WHAT IS NEEDED: Please copy each line of the records below that includes the word "with".

Stored data:
- Opening Delimiter -

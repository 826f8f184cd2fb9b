import { describe, expect, it } from 'vitest';
import fc from 'fast-check';
import { inToMm, nToLbf, paToPsi, psiToPa } from '../units/units.js';
import {
  STEEL_ELASTIC_MODULUS_PA,
  bandFatigueIndex,
  bendingStressPa,
  tensionForceForStressN,
  tensionStressPa,
} from './band-stress.js';
import { flexCycles } from './flex-cycles.js';

describe('bending stress', () => {
  it('reproduces the flat metal belt worked example in Shigley’s Mechanical Engineering Design, chapter 17', () => {
    // The example: a stainless steel belt 0.003 in thick over two 4 in pulleys, E = 28 Mpsi, ν = 0.285, endurance
    // strength 51,210 psi; the allowable tight-side tension comes to 85.1 lbf per inch of belt width.
    const bendingPa = bendingStressPa({
      bandThicknessMm: inToMm(0.003),
      wheelDiameterMm: inToMm(4),
      elasticModulusPa: psiToPa(28e6),
      poissonRatio: 0.285,
    });
    // E·t/((1 − ν²)·D) = 28e6 × 0.003 / (0.918775 × 4) = 22,857 psi.
    expect(Math.round(paToPsi(bendingPa))).toBe(22857);
    const allowableN = tensionForceForStressN({
      tensionStressPa: psiToPa(51210) - bendingPa,
      bandWidthMm: inToMm(1),
      bandThicknessMm: inToMm(0.003),
    });
    expect(nToLbf(allowableN)).toBeCloseTo(85.1, 1);
  });

  it('agrees with beam theory σ = M·c/I with M = E·I/ρ (any mechanics of materials text)', () => {
    // A 27 × 0.9 mm band on a 600 mm wheel: the band's surface sits on radius ρ = D/2, its outer fibre c = t/2 out.
    const widthMm = 27;
    const thicknessMm = 0.9;
    const inertiaMm4 = (widthMm * thicknessMm ** 3) / 12;
    const momentNmm = ((STEEL_ELASTIC_MODULUS_PA / 1e6) * inertiaMm4) / (600 / 2);
    const stressMPa = (momentNmm * (thicknessMm / 2)) / inertiaMm4;
    expect(bendingStressPa({ bandThicknessMm: thicknessMm, wheelDiameterMm: 600 })).toBeCloseTo(stressMPa * 1e6, 3);
    // 207 GPa × 0.9 / 600 = 310.5 MPa.
    expect(stressMPa).toBeCloseTo(310.5, 9);
  });

  it('takes E = 207 GPa = 30 000 ksi for carbon steel, as the printed table of material constants gives it', () => {
    // Triton College strength-of-materials table: 0.2–0.8 % C steels E = 30,000 ksi, 207 GPa; Gere, Mechanics of
    // Materials, 5th ed.: steels 190–210 GPa. 30 000 ksi × 6.894 757 MPa/ksi (NIST SP 811 B.8) = 206.84 GPa.
    expect(STEEL_ELASTIC_MODULUS_PA / 1e9).toBeCloseTo(207, 9);
    expect(Math.abs(STEEL_ELASTIC_MODULUS_PA - 30000e3 * 6894.757293168) / STEEL_ELASTIC_MODULUS_PA).toBeLessThan(
      0.001,
    );
    expect(STEEL_ELASTIC_MODULUS_PA).toBeGreaterThanOrEqual(190e9);
    expect(STEEL_ELASTIC_MODULUS_PA).toBeLessThanOrEqual(210e9);
  });

  it('grows with thickness and falls with wheel diameter in proportion (fast-check)', () => {
    fc.assert(
      fc.property(
        fc.double({ min: 0.1, max: 3, noNaN: true }),
        fc.double({ min: 100, max: 2000, noNaN: true }),
        fc.double({ min: 1.1, max: 4, noNaN: true }),
        (t, d, k) => {
          const base = bendingStressPa({ bandThicknessMm: t, wheelDiameterMm: d });
          const thicker = bendingStressPa({ bandThicknessMm: t * k, wheelDiameterMm: d });
          const bigger = bendingStressPa({ bandThicknessMm: t, wheelDiameterMm: d * k });
          return Math.abs(thicker - base * k) <= 1e-9 * thicker && Math.abs(bigger - base / k) <= 1e-9 * base;
        },
      ),
    );
  });

  it('refuses impossible inputs', () => {
    expect(() => bendingStressPa({ bandThicknessMm: 0, wheelDiameterMm: 600 })).toThrow(
      'Band thickness must be a number greater than 0 mm',
    );
    expect(() => bendingStressPa({ bandThicknessMm: 1, wheelDiameterMm: 600, poissonRatio: 0.5 })).toThrow(
      "Poisson's ratio must be below 0.5",
    );
    expect(() => bendingStressPa({ bandThicknessMm: 1, wheelDiameterMm: 600, poissonRatio: -0.1 })).toThrow(
      "Poisson's ratio must be a number of 0 or more (got -0.1)",
    );
    expect(() => bendingStressPa({ bandThicknessMm: 10, wheelDiameterMm: 5 })).toThrow(
      'far smaller than the wheel diameter',
    );
    expect(() => bendingStressPa({ bandThicknessMm: 1, wheelDiameterMm: 600, elasticModulusPa: -1 })).toThrow(
      'Elastic modulus',
    );
  });
});

describe('tension stress', () => {
  it('spreads the force over the section: 5,000 N on 27 × 0.9 mm is 205.8 MPa', () => {
    // 5000 N / 24.3 mm² = 205.76 N/mm² (worked by hand).
    expect(tensionStressPa({ tensionForceN: 5000, bandWidthMm: 27, bandThicknessMm: 0.9 }) / 1e6).toBeCloseTo(
      205.761,
      3,
    );
    expect(tensionStressPa({ tensionForceN: 0, bandWidthMm: 27, bandThicknessMm: 0.9 })).toBe(0);
  });

  it('force for a stress is the inverse of stress for a force (fast-check)', () => {
    fc.assert(
      fc.property(
        fc.double({ min: 0, max: 1e5, noNaN: true }),
        fc.double({ min: 5, max: 80, noNaN: true }),
        fc.double({ min: 0.3, max: 2, noNaN: true }),
        (f, w, t) => {
          const stress = tensionStressPa({ tensionForceN: f, bandWidthMm: w, bandThicknessMm: t });
          return (
            Math.abs(tensionForceForStressN({ tensionStressPa: stress, bandWidthMm: w, bandThicknessMm: t }) - f) <=
            1e-9 * (f + 1)
          );
        },
      ),
    );
  });

  it('refuses negative force, stress and empty sections', () => {
    expect(() => tensionStressPa({ tensionForceN: -1, bandWidthMm: 27, bandThicknessMm: 0.9 })).toThrow(
      'Tension force must be a number of 0 N or more',
    );
    expect(() => tensionStressPa({ tensionForceN: 1, bandWidthMm: 0, bandThicknessMm: 0.9 })).toThrow('Band width');
    expect(() => tensionForceForStressN({ tensionStressPa: -5, bandWidthMm: 27, bandThicknessMm: 0.9 })).toThrow(
      'Tension stress',
    );
  });
});

describe('fatigue index', () => {
  const band = { bandThicknessMm: 0.9, bandWidthMm: 27, wheelDiameterMm: 600, tensionForceN: 5000 };

  it('adds bending and tension and flags above the chosen threshold', () => {
    const below = bandFatigueIndex({ ...band, fatigueThresholdPa: 600e6 });
    expect(below.bendingStressPa / 1e6).toBeCloseTo(310.5, 9);
    expect(below.tensionStressPa / 1e6).toBeCloseTo(205.761, 3);
    expect(below.combinedStressPa / 1e6).toBeCloseTo(516.261, 3);
    expect(below.aboveThreshold).toBe(false);
    expect(bandFatigueIndex({ ...band, fatigueThresholdPa: 500e6 }).aboveThreshold).toBe(true);
    expect(() => bandFatigueIndex({ ...band, fatigueThresholdPa: 0 })).toThrow('Fatigue threshold');
  });

  it('flags exactly when the combined stress is above the threshold (fast-check)', () => {
    fc.assert(
      fc.property(fc.double({ min: 1e6, max: 2e9, noNaN: true }), (threshold) => {
        const index = bandFatigueIndex({ ...band, fatigueThresholdPa: threshold });
        return index.aboveThreshold === index.combinedStressPa > threshold && index.fatigueThresholdPa === threshold;
      }),
    );
  });
});

describe('flex cycles', () => {
  it('counts passes and wheel bends per hour: a 4,000 mm band at 60 m/min', () => {
    // Worked by hand: 60 m/min ÷ 4 m = 15 passes/min = 900 passes/h; two wheels bend it 1,800 times an hour.
    expect(flexCycles({ bandSpeedMPerMin: 60, bandLengthMm: 4000 })).toEqual({
      passesPerHour: 900,
      bendCyclesPerHour: 1800,
    });
    expect(flexCycles({ bandSpeedMPerMin: 60, bandLengthMm: 4000, wheelCount: 3 }).bendCyclesPerHour).toBe(2700);
  });

  it('is proportional to speed and inversely to length; bends are passes × wheels (fast-check)', () => {
    fc.assert(
      fc.property(
        fc.double({ min: 10, max: 500, noNaN: true }),
        fc.double({ min: 1000, max: 20000, noNaN: true }),
        fc.integer({ min: 1, max: 4 }),
        (v, l, n) => {
          const base = flexCycles({ bandSpeedMPerMin: v, bandLengthMm: l, wheelCount: n });
          const faster = flexCycles({ bandSpeedMPerMin: 2 * v, bandLengthMm: l, wheelCount: n });
          const longer = flexCycles({ bandSpeedMPerMin: v, bandLengthMm: 2 * l, wheelCount: n });
          const near = (a: number, b: number) => Math.abs(a - b) <= 1e-9 * Math.abs(b);
          return (
            near(faster.passesPerHour, 2 * base.passesPerHour) &&
            near(longer.passesPerHour, base.passesPerHour / 2) &&
            near(base.bendCyclesPerHour, n * base.passesPerHour)
          );
        },
      ),
    );
  });

  it('refuses a stopped band or no wheels', () => {
    expect(() => flexCycles({ bandSpeedMPerMin: 0, bandLengthMm: 4000 })).toThrow(
      'Band speed must be a number greater than 0 m/min',
    );
    expect(() => flexCycles({ bandSpeedMPerMin: 60, bandLengthMm: 4000, wheelCount: 0 })).toThrow(
      'Wheels must be a whole number',
    );
  });
});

- Closing Delimiter -

RESPONSE TO THIS EXERCISE:
  it('agrees with beam theory σ = M·c/I with M = E·I/ρ (any mechanics of materials text)', () => {
  it('grows with thickness and falls with wheel diameter in proportion (fast-check)', () => {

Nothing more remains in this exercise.